Updated: Jun 8, 2021

The BioAssemblyBot® Platform can be used to fabricate mesh or weave-like patterns to generate constructs with varying porosity


3D tissue scaffolds that contain precise pore structures are necessary for a myriad of tissue engineering applications. Many engineered tissue scaffolds are porous to enable both the necessary biological interactions inherent in tissues to occur while also maintaining structure fidelity or strength through the connections contained within mesh-like materials. This also recapitulates the porous nature of native scaffolds within a variety of different tissues while simultaneously providing avenues for cell growth to occur. These mesh-like materials are also used for additional applications outside of the direct tissue engineering realm, such as being used as filters, screens, masks and patches. The BioAssemblyBot® technology platform provides the precision required to generate such porous constructs that can be made from a variety of biocompatible of materials through the tool-sets available in the platform.



The Process

To generate porous or mesh-like scaffold materials, the design of the structure can first be created within the fully-integrated software program, TSIM®, including the appropriate material controls for each component of the construct. In this case study, we demonstrate the ability of the platform to generate structures of varying porosity with two distinct material types. The first example assumes that the scaffold will need to maintain shape over extended periods of time. Therefore, the heat-controlled tool is utilized to extrude biodegradable materials, such polycaprolactone, or PCL. Due to the more rigid nature of PCL, this material requires a melt-extrusion process. To achieve this, PCL pellets are loaded into the heat-controlled syringe. This syringe can maintain temperature control beginning at the storage bay, which allows the tool and material to get up to a temperature that would enable extrusion. This temperature can then continue to be maintained as the tool is being utilized for its designed task as well as when it is returned to the storage bay. To maintain the structure generated with PCL, the print will need to cool down to ambient temperatures. The second example below utilizes hydrogel materials that can be extruded under ambient conditions.
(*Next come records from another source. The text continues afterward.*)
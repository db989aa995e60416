import {
  ClosureList,
  ClosurePreview,
  ClosureView,
  type CloseWater,
  type LiftClosure,
  type PreviewClosure,
} from '@mereward/shared/closures/deeds-contract';
import { useMutation, useQuery } from '@tanstack/react-query';
import { api } from '@/lib/api';
import { queryClient } from '@/lib/queries';

export const closureKeys = {
  all: ['closures'] as const,
  ofFishery: (fisheryId: string) => ['closures', fisheryId] as const,
};

/** Every closure of a fishery; those over are told to staff only. */
export const useClosures = (fisheryId: string) =>
  useQuery({
    queryKey: closureKeys.ofFishery(fisheryId),
    queryFn: ({ signal }) => api.get(`/fisheries/${fisheryId}/closures?all=yes`, ClosureList, signal),
  });

/** A closure moves bookings, notices and what is free. */
const changed = () =>
  Promise.all(
    [closureKeys.all, ['notices'], ['bookings']].map((queryKey) =>
      queryClient.invalidateQueries({ queryKey }),
    ),
  );

export const usePreviewClosure = (fisheryId: string) =>
  useMutation({
    mutationFn: (input: PreviewClosure) =>
      api.post(`/fisheries/${fisheryId}/closures/preview`, input, ClosurePreview),
  });

export async function closeWater(fisheryId: string, input: CloseWater): Promise<ClosureView> {
  const closure = await api.post(`/fisheries/${fisheryId}/closures`, input, ClosureView);
  void changed();
  return closure;
}

export const useLiftClosure = (closureId: string) =>
  useMutation({
    mutationFn: (input: LiftClosure) => api.post(`/closures/${closureId}/lift`, input, ClosureView),
    onSuccess: changed,
  });
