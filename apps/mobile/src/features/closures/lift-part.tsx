import { useState } from 'react';
import type { ClosureView } from '@mereward/shared/closures/deeds-contract';
import { View } from 'react-native';
import { Button } from '@/components/button';
import { Checkbox } from '@/components/checkbox';
import { Confirm } from '@/components/confirm';
import { Field } from '@/components/field';
import { Note } from '@/components/note';
import { ProblemNote } from '@/components/problem-note';
import { Text } from '@/components/text';
import { space } from '@/constants/layout';
import { useLiftClosure } from '@/features/closures/api';

/** Lifts a closure: its conditions are ticked first; what stands against it only the owner may pass over. */
export function LiftPart({ closure }: { closure: ClosureView }) {
  const [ticked, setTicked] = useState<readonly string[]>([]);
  const [reason, setReason] = useState('');
  const [asking, setAsking] = useState(false);
  const lift = useLiftClosure(closure.id);
  const { details, may, legal, version } = closure;
  if (!may.lift)
    return legal && details.until !== null && closure.state === 'in_force' ? (
      <Note>This closure is law: it ends by itself, and nobody here may lift it.</Note>
    ) : null;
  const ticks = details.liftConditions.flatMap((one) => (one.kind === 'tick' ? [one] : []));
  const oxygen = closure.standsAgainstLifting.filter((words) => !ticks.some((one) => one.words === words));
  const standing = oxygen.length + ticks.filter(({ id }) => !ticked.includes(id)).length;
  const mayLift = standing === 0 || (may.override && reason.trim() !== '');
  return (
    <View style={{ gap: space.small }}>
      {ticks.map(({ id, words }) => (
        <Checkbox
          key={id}
          label={words}
          checked={ticked.includes(id)}
          onChange={(on) => setTicked(on ? [...ticked, id] : ticked.filter((each) => each !== id))}
        />
      ))}
      {oxygen.map((words) => (
        <Text key={words} tone="inkSoft">
          Still wanted: {words}
        </Text>
      ))}
      {standing > 0 && may.override ? (
        <Field
          label="Why it is lifted all the same"
          hint="You answer for it as the owner. It is kept with the closure."
          value={reason}
          onChange={setReason}
          lines={2}
        />
      ) : null}
      {standing > 0 && !may.override ? (
        <Text tone="inkSoft">
          {legal
            ? 'It is law: nobody may pass over what is still wanted.'
            : 'Only the owner may lift it before all of this is so.'}
        </Text>
      ) : null}
      <ProblemNote problem={lift.error} />
      <View style={{ alignItems: 'flex-start' }}>
        <Button label="Lift the closure" disabled={!mayLift} onPress={() => setAsking(true)} />
      </View>
      <Confirm
        open={asking}
        title="Open the water again?"
        words="Its pegs can be booked at once and its notice comes down. Whoever has not chosen yet keeps their own ticket, where its time is still to come."
        act="Lift it"
        busy={lift.isPending}
        onClose={() => setAsking(false)}
        onAct={() =>
          lift.mutate(
            { version, ticked: [...ticked], reason: reason.trim() },
            { onSettled: () => setAsking(false) },
          )
        }
      />
    </View>
  );
}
Figure 1. PCL scaffold fabricated on the BioAssemblyBot® platform using the heat-controlled tool.
Figure 1. PCL scaffold fabricated on the BioAssemblyBot® platform using the heat-controlled tool.

Porous Construct Made of PCL

After the desired parameters for the utilization of the tool are determined based on the construct as well as desired pore size of interest, the scaffold can then be printed on the BioAssemblyBot® platform as shown in the image below (Figure 1). This type of structure and fabrication strategy is also used to generate mimics of woven material.



Varying Porosities Made with Extreme Precision

Different tissue types and applications will require scaffolds that contain pores of varying size and density. Through the design work that can be done within TSIM® along with the precision enabled through using the 6-axis arm, the BioAssemblyBot® can generate structures with varying porosities. As seen in (Figure 2) below, different materials as well as design parameters resulted in unique pore dimensions that were repeated throughout the scaffold.


Figure 2. Magnified view of pores that contain varying dimension based upon design requirements as well as material composition.
Figure 2. Magnified view of pores that contain varying dimension based upon design requirements as well as material composition.

The top image shown above contains a magnified view of the PCL structure shown in Figure 1. This illustrates how precisely the pattern was generated using a melt-extrusion process while also exhibiting how this pattern mimics that found in woven fabrics and constructs, which are often used as a supporting material for a variety of regenerative medicine-based applications. The next image illustrates the size of each pore of a construct made of pluronic hydrogel. This material can be extruded under ambient conditions and this structure includes unique porosity dimensions compared to the PCL example. Therefore, altogether these examples demonstrate the flexibility and precision that the BioAssemblyBot® technology contains to fabricate 3D structures with varying porosity.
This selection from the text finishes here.